An AI from Google DeepMind can solve some International Mathematical Olympiad (IMO) questions on geometry almost as well as the best human contestants.
“The results of AlphaGeometry are stunning and breathtaking,” says Gregor Dolinar, the IMO president. “It seems that AI will win the IMO gold medal much sooner than was thought even a few months ago.”
The IMO, aimed at secondary school students, is one of the most difficult maths competitions in the world. Answering questions correctly requires mathematical creativity that AI systems have long struggled with. GPT-4, for instance, which has shown remarkable reasoning ability in other domains, scores 0 per cent on IMO geometry questions, while even specialised AIs struggle to answer as well as average contestants.
This is partly down to the difficulty of the problems, but it is also because of a lack of training data. The competition has been run annually since 1959, and each edition consists of just six questions. Some of the most successful AI systems, however, require millions or billions of data points. Geometrical problems in particular, which make up one or two of the six questions and involve proving facts about angles or lines in complicated shapes, are particularly difficult to translate to a computer-friendly format.
Thang Luong at Google DeepMind and his colleagues have bypassed this problem by creating a tool that can generate hundreds of millions of machine-readable geometrical proofs. When they trained an AI called AlphaGeometry using this data and tested it on 30 IMO geometry questions, it answered 25 of them correctly, compared with an estimated score of 25.9 for an IMO gold medallist based on their scores in the contest.
“Our [current] AI systems are still struggling with the ability to do things like deep reasoning, where we need to plan ahead for many, many steps and also see the big picture, which is why mathematics is such an important benchmark and test set for us on our quest to artificial general intelligence,” Luong told a press conference.
AlphaGeometry consists of two parts, which Luong compares to different thinking systems in the brain: a fast, intuitive system and a slower, more analytical one. The first, intuitive part is a language model, similar to the technology behind ChatGPT, called GPT-f. It has been trained on the millions of generated proofs and suggests which theorems and arguments to try next for a problem. Once it suggests a next step, a slower but more careful “symbolic reasoning” engine uses logical and mathematical rules to fully construct the argument that GPT-f has suggested. The two systems then work in tandem, switching between one another until a problem has been solved.
While this method is remarkably successful at solving IMO geometry problems, the answers it constructs tend to be longer and less “beautiful” than human proofs, says Luong. However, it can also spot things that humans miss. For example, it discovered a better and more general solution to a question from the 2004 IMO than was listed in the official answers.
Solving IMO geometry problems in this way is impressive, says Yang-Hui He at the London Institute for Mathematical Sciences, but the system is inherently limited in the mathematics it can use because IMO problems should be solvable using theorems taught below undergraduate level.

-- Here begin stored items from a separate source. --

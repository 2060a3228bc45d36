"""Walk a noisy Clifford circuit once, keeping a running Pauli frame, with repeats folded.

Two directions:

- ``"pull"`` walks forwards and keeps π_t(P) = V_t† P V_t, V_t the circuit up to and including
  layer t. An error right after layer t is mapped back to the input frame by π_t (the state metric
  and observables are evaluated on |0…0>).
- ``"push"`` walks backwards and keeps σ_t(P) = S_t P S_t†, S_t the circuit after layer t. An error
  after layer t is mapped to the output frame by σ_t (process metric, where errors land).

Repeated blocks. A block C of Clifford layers maps Paulis by a signed permutation c, and the
Clifford group on n qubits is finite, so c^r = identity for some period r (signs included). The
errors of repetition k and k + r then land on the same Pauli with the same sign: N repetitions are
q = N // r whole periods plus s = N % r, and the terms of repetition k < r enter with weight
q + [k < s] (amplitudes for coherent terms, rates for stochastic ones). The walker unrolls one
repetition at a time and compares the frame with the frame at the block's start, so it finds r
while it goes; the cost is min(r, N) repetitions whatever N is (nested blocks multiply).

When no period turns up within ``max_unrolled`` repetitions and N is larger, the block is folded
approximately: the window of repetitions walked stands for N/K windows that do not interfere
(coherent amplitudes scaled by sqrt(N/K), rates by N/K, exact when no error of one window lands on
the Pauli of an error in another), and the frame after the block is the exact power c^N computed by
repeated squaring of tableaus (stim.Tableau ** N). A warning says so.

Long periods, process metric: when a top-level block is the only repeated block carrying coherent
terms, :meth:`Walker._orbit_repeat` walks only ``orbit_baby`` repetitions and hands the rest to
the orbit search of :mod:`budget.engines.frame.orbits` (cost independent of N and about B + r/B steps
instead of r repetitions); coherent terms of plain layers around it are collected in its frame by
:meth:`Walker._collect` and matched against its orbits.
"""

from __future__ import annotations

from typing import Protocol

import numpy as np

from budget.circuit.clifford_check import operation_clifford
from budget.circuit.walk import Kind, Visitor, gate_kind
from budget.engines.frame.orbits import OrbitSearch, _slots
from budget.engines.frame.pauli_frame import Frame, GateClass, layer_classes
from budget.errors.noisy import NoisyItem, NoisyLayer, NoisyRepeat
from budget.memo import ObjectKey

MAX_UNROLLED = 4096
"""Default cap on repetitions walked while looking for a block's period."""
ORBIT_BABY = 64
"""Baby steps (repetitions walked) of the orbit search for long-period blocks (see _orbits)."""
ORBIT_MIN_FACTOR = 4
"""The orbit search is used for blocks repeated at least this many times ORBIT_BABY."""
SNAPSHOT_STRIDE = 64
"""A copy of the frame is kept every this many repetitions, so that advancing the frame by the
remainder N mod r after folding re-walks fewer than this many repetitions."""


class Sink(Protocol):
    """Receives each executed layer's errors mapped through the frame."""

    def mark(self) -> int: ...

    def scale(self, start: int, stop: int, amplitude: float, probability: float) -> None: ...

    def emit(self, layer: NoisyLayer, frame: Frame) -> None: ...
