"""The ``pauli`` engine: first-order error budgets of any circuit by sparse Pauli propagation.

The generator picture of design.md §4 (Blume-Kohout et al., "A taxonomy of small Markovian errors",
PRX Quantum 3, 020335 (2022)) with the error generators carried as sparse sums of Pauli strings
through every gate: a Clifford gate maps a string to one string, any other gate splits it by its
Pauli transfer matrix restricted to the string's support (rz(θ): X -> cos θ X + sin θ Y). This is
sparse Pauli dynamics / Pauli propagation with coefficient truncation (Begušić & Chan,
arXiv:2306.16372 (2023), published as Begušić, Gray & Chan, Sci. Adv. 10, eadk4321 (2024); noisy
Pauli propagation: arXiv:2501.13101 (2025)), applied to the error generators. Definitions are those of
the generators engine (process: Σ_Q A_Q² + Σ p; state: Var(H_in) + Σ p (<L†L> - |<L>|²) with jump
operators; observables: i<[H, O]> + Σ p <L† O L - ½{L†L, O}>), so untruncated the two engines agree
to rounding; the reported ``infidelity`` resums the coherent part as the clifford engine does.

Truncation (``truncate`` = EPS): rows below EPS are dropped after each layer and their norms add up
to ``truncation_bound``, a rigorous bound on |first order reported - first order untruncated|
(:mod:`budget.engines.pauli._sweep`). With ``truncate=None`` the engine starts at EPS = 10⁻² of the
largest coherent coefficient and divides EPS by 1.5-4 (TIGHTEN) while the bound exceeds ``target`` x the result
and the time budget allows.

The process metric is read in the frame of the circuit's middle (:mod:`budget.engines.pauli._meet`).
The coherent part is summed to every order where the errors' light cones stay within 8 qubits
(:mod:`budget.engines.pauli._allorders`); elsewhere, where the first order cancels (or the sums are
small), the second-order Magnus term is added (:mod:`budget.engines.pauli._second`). Observables
get the same orders (:mod:`budget.engines.pauli._observe`). :meth:`PauliEngine.estimate_seconds`
models row growth.
"""

from __future__ import annotations

import time
from dataclasses import dataclass, replace

import numpy as np

from budget.engines.matrices.channels import by_family
from budget.engines.frame.groups import Budget, budget_result, size_warning
from budget.engines.frame.pauli_frame import num_words
from budget.engines.base import METRICS, Engine, EngineResult, Metric, QuadraticForm, parse_observable, zero_result
from budget.engines.clifford.second import PAIR_BUDGET, TooCostly
from budget.engines.details import Details, Drilldown, Folding, Parts, QubitMap, RepeatedBlock, Truncation, Validity
from budget.engines.orders import cancellation_note, second_order_share, term_norm_sum, term_square_sum, validity_details
from budget.engines.pauli._landing import LandingWalk, Skipped
from budget.engines.pauli._allorders import LightCones, every_order
from budget.engines.pauli._observe import beyond_first, every_order_reach
from budget.engines.pauli._meet import meet
from budget.engines.pauli._store import Store
from budget.engines.pauli._plan import PlanBook
from budget.engines.pauli._readout import coherent_budget, first_order_bound, group_amplitudes, jump_costs, zero_readout
from budget.engines.pauli._sweep import MAX_TERMS, OutOfTime, Sweep, TooManyLayers, TooManyTerms
from budget.engines.pauli._vector import VECTOR_QUBITS, JumpValues, fits_vector, forward, input_amplitudes, vector_work, zero_state
from budget.circuit.clifford_check import is_clifford
from budget.errors.knobs import knob_grouping
from budget.errors.noisy import IDLE, NoisyCircuit
from budget.problems import InputError, TooLargeError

Expanding the amount of mathematical knowledge AlphaGeometry has access to might improve the system or even help it make new mathematical discoveries, he says.
It would also be interesting to see how AlphaGeometry copes with not knowing what it needs to prove, as mathematical insight can often come from exploring theorems with no set proof, says He. “If you don’t know what your endpoint is, can you find within the set of all [mathematical] paths whether there is a theorem that is actually interesting and new?”
Last year, algorithmic trading company XTX Markets announced a $10 million prize fund for AI maths models, with a $5 million grand prize for the first publicly shared AI model that can win an IMO gold medal, as well as smaller progress prizes for key milestones.
“Solving an IMO geometry problem is one of the planned progress prizes supported by the $10 million AIMO challenge fund,” says Alex Gerko at XTX Markets. “It’s exciting to see progress towards this goal, even before we have announced all the details of this progress prize, which would include making the model and data openly available, as well as solving an actual geometry problem during a live IMO contest.”
DeepMind declined to say whether it plans to enter AlphaGeometry in a live IMO contest or whether it is expanding the system to solve other IMO problems not based on geometry. However, DeepMind has previously entered public competitions for protein folding prediction to test its AlphaFold system.